Posted Apr 25, 2011 18:01 UTC (Mon) by orcmid (guest, #74478)
In reply to: Linear Hashing Work-Around Potential - LoadFactor clarification by Wol
Parent article: Google Linux servers hit with \$5m patent infringement verdict (The Register)

Thanks for this and the previous expansion on the linear hashing implementations you're experienced with.

The load factor definition I use has to do with the average number of keys that have the same hash in the set of possible hashes (actually, same buckets).

I should clarify what I mean by same-hash. Typically, the adjustable bucket function that works with linear hashing is something like

bf(key,level) = hash(key) mod (N*2^level)

where N is the minimum (starting) number of buckets and level is initially 0.

Once splitting starts, there are at any time at most two of these functions being used.

Let M (not less than N-1) be the highest number of the buckets currently in use and let let N*2^level be the least integer greater than M.

Then the rule for finding the correct bucket is,

bucket(key,level) = if bf(key,level) > M then bf(key,level-1) else bf(key,level)

Note that for the pathological case, I had hash(key) be what was constant. It doesn't matter what constant, but 0 is easiest to visualize.

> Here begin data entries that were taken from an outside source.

"""The acquisition daemon: one process that owns the electrometer and the station database.

Three parts, wired here:

* an :class:`InstrumentLink` thread that owns the (synchronous) driver: it carries out the
  engine's commands in order (zero, start, stop, set bias, and the bench's beam and bias
  switch), reads samples while a reading is armed (pushed lines in stream mode, ``read_charge``
  polled at :data:`POLL_INTERVAL_S` in query mode), records every raw line as traffic, and
  reconnects with backoff when the instrument goes away. The raw lines of one burst (a pushed
  stream drained up to :data:`MAX_SAMPLES_PER_BATCH` lines, or one command's exchange) are
  committed together, before the engine hears of any sample among them, by its
  :class:`~chargebook.acquire.daemon.committer.Committer` thread, while it reads the next
  ones (one transaction for all the lines read during the previous commit);
* the :class:`~chargebook.acquire.engine.engine.Engine`, driven only from the asyncio loop;
* the :class:`~chargebook.acquire.daemon.server.RpcServer` on the Unix socket.

Every reading is committed by the engine before :meth:`Daemon.publish` tells any client.
"""

from __future__ import annotations

import asyncio
import collections
import contextlib
import json
import logging
import os
import queue
import threading
import time
import traceback
from collections.abc import Callable, Sequence
from dataclasses import dataclass
from pathlib import Path
from typing import Any

from chargebook.acquire import protocol
from chargebook.acquire.daemon import sd_notify
from chargebook.acquire.daemon.committer import RETRY_S, Committer
from chargebook.acquire.daemon.server import Connection, RpcServer
from chargebook.acquire.engine import driver_commands, inputs
from chargebook.acquire.engine.engine import DAEMON_ACTOR, Engine
from chargebook.acquire.engine.states import IllegalTransition
from chargebook.acquire.engine.visit_desk import VisitDesk
from chargebook.acquire.record import events as ev
from chargebook.acquire.record import unrecorded
from chargebook.acquire.record.events import EventKind
from chargebook.acquire.record.health import LOCKED, RecordFiles, commit_failure, not_writable
from chargebook.acquire.record.station_lock import StationLock
from chargebook.acquire.record.store import (
    BUSY_TIMEOUT_MS,
    EventRow,
    Store,
    StoreError,
    TrafficLine,
    require_writable,
)
from chargebook.acquire.session import stored_result
from chargebook.acquire.session.register_requests import REGISTER_METHODS
from chargebook.corrections.errors import InputError
from chargebook.drivers_generic.interface import (
    Capability,
    Electrometer,
    InstrumentDisconnected,
    InstrumentError,
    InstrumentTimeout,
    NotSupported,
    ProtocolError,
    Sample,
    SampleBurst,
    TrafficDirection,
    TrafficListeners,
)

log = logging.getLogger(__name__)
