async def test_malformed_messages_from_one_client_leave_another_undisturbed(daemon, metadata):
    good, operator = await daemon.operator()
    snapshot = await operator.start(metadata)
    socket_path = str(daemon.socket)
    reader, writer = await asyncio.open_unix_connection(socket_path, limit=1 << 20)

    async def send(raw: bytes) -> dict:
        writer.write(raw)
        await writer.drain()
        return json.loads(await reader.readline())

    assert (await send(b"this is not json\n"))["error"]["code"] == protocol.PARSE_ERROR
    assert (await send(b"[1, 2]\n"))["error"]["code"] == protocol.INVALID_REQUEST
    reply = await send(b'{"jsonrpc": "2.0", "id": 1, "method": "launch.rocket"}\n')
    assert reply["error"]["code"] == protocol.METHOD_NOT_FOUND
    reply = await send(b'{"jsonrpc": "1.0", "id": 2, "method": "status"}\n')
    assert reply["error"]["code"] == protocol.INVALID_REQUEST
    # The good client carries on between the bad messages.
    snapshot = await operator.run_until(snapshot, collecting_with(1))
    too_long = b'{"jsonrpc": "2.0", "id": 3, "method": "status", "x": "' + b"a" * 70_000 + b'"}\n'
    reply = await send(too_long)
    assert reply["error"]["code"] == protocol.INVALID_REQUEST
    assert await reader.read() == b""  # and that connection was closed
    writer.close()
    snapshot = await operator.run_until(snapshot, state_is("reviewing"))
    assert (await good.status())["state"] == "reviewing"
    await good.close()


async def test_bad_operator_input_is_refused_naming_the_field(daemon, metadata):
    client = await daemon.connect()
    await client.subscribe()
    bad_metadata = dict(metadata, k_Q="about one")
    with pytest.raises(DaemonError) as refused:
        await client.call("session.start", metadata=bad_metadata)
    assert refused.value.field == "k_Q" and "k_Q" in refused.value.message
    await client.call("session.start", metadata=metadata)
    await client.call("environment.set", temperature_C=21.5, pressure=100.8)
    cases = [
        ({"temperature_C": 80.0, "pressure": 100.8}, "temperature_C", protocol.INPUT_ERROR),
        ({"temperature_C": 21.5, "pressure": 20.0}, "pressure", protocol.INPUT_ERROR),
        (
            {"temperature_C": 21.5, "pressure": 5000.0, "pressure_unit": "hPa"},
            "pressure",
            protocol.INPUT_ERROR,
        ),
        ({"temperature_C": "warm", "pressure": 100.8}, "temperature_C", protocol.INVALID_PARAMS),
        (
            {"temperature_C": 21.5, "pressure": "high", "pressure_unit": "kPa"},
            "pressure",
            protocol.INVALID_PARAMS,
        ),
        (
            {"temperature_C": 21.5, "pressure": 1000.0, "pressure_unit": "bar"},
            "pressure_unit",
            protocol.INVALID_PARAMS,
        ),
    ]
    for params, field, code in cases:
        with pytest.raises(DaemonError) as refused:
            await client.call("environment.set", **params)
        assert refused.value.code == code
        assert refused.value.field == field and field in refused.value.message
        assert "pressure_kPa" not in refused.value.message  # the name the user wrote, only
    snapshot = await client.status()
    await client.close()
    assert snapshot["environment"]["temperature_C"] == 21.5
    with stored(daemon.db) as store:
        assert len(store.environment(snapshot["session"]["id"])) == 1  # nothing lost, nothing added


async def test_the_stop_an_abort_sends_is_recorded_with_the_aborted_session_not_the_next(
    daemon, metadata
):
    # The line is written by the instrument thread after the action; the next session may
    # already be open by then. Replay needs each line in the session whose action sent it.
    client, operator = await daemon.operator()
    snapshot = await operator.start(metadata)
    await operator.run_until(snapshot, collecting_with(1))
    aborted = await client.call("session.abort", reason="chamber cable damaged", confirm=True)
    await client.call("session.close")
    following = await operator.start(metadata)
    await client.close()
    first, second = aborted["session"]["id"], following["session"]["id"]
    for _ in range(400):  # the stop goes out within a turn of the instrument thread
        with stored(daemon.db) as store:
            sent = [row.line for row in store.traffic(first) if row.direction == "tx"]
            later = [row.line for row in store.traffic(second) if row.direction == "tx"]
        if sent and sent[-1].strip() == b"HOLD":  # query-plain's stop (its profile's template)
            break
        await asyncio.sleep(0.05)
    assert sent[-1].strip() == b"HOLD", sent[-3:]
    assert b"HOLD" not in [line.strip() for line in later[:1]]
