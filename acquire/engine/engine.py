"""The sequence engine: a plan's steps, one reading set at a time, as an explicit state machine.

Pure of I/O: operator actions and instrument samples go in (method calls), instrument commands
come out (:meth:`Engine.take_commands`), everything recorded goes to the store (committed before
the method returns, so before any client hears of it), and :meth:`Engine.snapshot` describes the
whole state. The clock is injected; the daemon (``chargebook.acquire.daemon.daemon``) runs the
driver, feeds samples and clock ticks in and executes the commands.

A *checkpoint* is the start of each reading set: a redo marks the current set superseded with
its reason and rewinds to the same step (the chamber bias is already where the step wants it),
a new attempt begins at the next arm. Stop, abort and pause are distinct: stop ends the session
as finished with the sets accepted so far; abort ends it as aborted; pause holds it (a reading in
progress is dropped and logged) until resume.

Time: a reading is captured only when a sample arrives, and its time is the receive time of
that sample (the ``t_s`` of one raw line of traffic, which the reading links to). Clock ticks only
end a settling wait. The clock is read when a reading is armed; that time is recorded with the
reading (``armed_t_s`` in its ``reading_recorded`` event). So everything the engine decided can
be decided again from the recorded traffic, the arming times and the operator's actions, which
is what a replay does (``chargebook.acquire.replay.session_replay``).

Restart: :meth:`Engine.restore` picks up the store's open session. A set that was collecting
when the daemon died is marked interrupted with its readings kept: the operator continues it
(arm) or redoes it, as after an instrument disconnect. A physicist expects both choices after a
crash: the readings taken are real, but only they can judge whether the chamber stayed settled.
A pause is not carried over a restart: the session comes back waiting, reviewing or interrupted.
"""

from __future__ import annotations

import dataclasses
import datetime
import logging
import time
from collections.abc import Callable, Iterator, Mapping, Sequence
from contextlib import contextmanager
from dataclasses import asdict, dataclass, field
from typing import Any

from chargebook.acquire.engine import driver_commands, inputs, sample_log
from chargebook.acquire.engine.capture import (
    Captured,
    CaptureKind,
    CaptureSettings,
    ReadingCapture,
    capture_settings,
)
from chargebook.acquire.engine.driver_commands import Command
from chargebook.acquire.engine.states import ACTION_STATES, IllegalTransition, check_transition
from chargebook.acquire.protocol import EngineState, Method, ReadingPhase, Snapshot
from chargebook.acquire.record import events as ev
from chargebook.acquire.record.events import EventKind
from chargebook.acquire.record.store import ReadingRow, SetRow, Store
from chargebook.acquire.session import rules
from chargebook.acquire.session.carried import MEASURED_BY, carried_metadata
from chargebook.acquire.session.evaluation import SessionContext, evaluate_session
from chargebook.acquire.session.plan import Plan, Step
from chargebook.acquire.session.register_rows import fill_from_registers
from chargebook.corrections.delivered_mu import check_actual_MU
from chargebook.corrections.errors import InputError
from chargebook.corrections.stability import Thresholds
from chargebook.drivers_generic.interface import Capability

log = logging.getLogger(__name__)
S = EngineState

DAEMON_ACTOR = inputs.DAEMON_ACTOR
#: What an input's handler returns when the input changed nothing (so nothing is logged).
UNCHANGED = object()
#: A session's results so far: (Evaluation.to_dict(), provisional?, why none could be computed).
Results = tuple[dict[str, Any] | None, bool, str | None]
#: A plan as the engine may be given it (see :mod:`inputs`).
PlanSource = inputs.PlanSource
#: Settling readings taken at most while waiting for two consecutive readings to agree.
MAX_SETTLING_READINGS = 10
#: Why a reading is dropped when an auto-reset instrument reset itself without the completed
#: reading reaching the engine (the ``why`` of its ``reading_dropped`` event).
LOST_READING = "completed reading lost"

In the simplest linked-list in-memory case, a buck holds one record directly (in the head entry of the linked list) and anything else is linked from that. An empty bucket has some sort of special NULL entry so it can be distinguished for a bucket holding onto one record. Note that if N is a power of 2, the bucket(key, level) algorithm becomes very simple since masking can be used instead of division but there needs to be more attention to the quality of hash(key). I prefer that case because masking can be used to dramatically speed up the entire process of getting to a specific bucket through whatever the bucket director structure is.

If we are talking about disk spill, and on-disk buckets, the overflow case is different and different load factor values are more important. For example, one would like to know the average number of disk blocks taken for buckets corresponding to the same hash, on the assumption that one wants to minimize the number of buckets with overflows to the point where the extra hit has a negligible impact on performance. I imagine for tuning purposes, the load factor as I described it also matters because it gives a clue as to how much empty space is carried in the first/primary disk block of a bucket, since having too many disk blocks that are nearly empty has its own performance consequences. It looks like these load factors (being estimates) are derivable from each other assuming primary and overflow blocks are all of the same size.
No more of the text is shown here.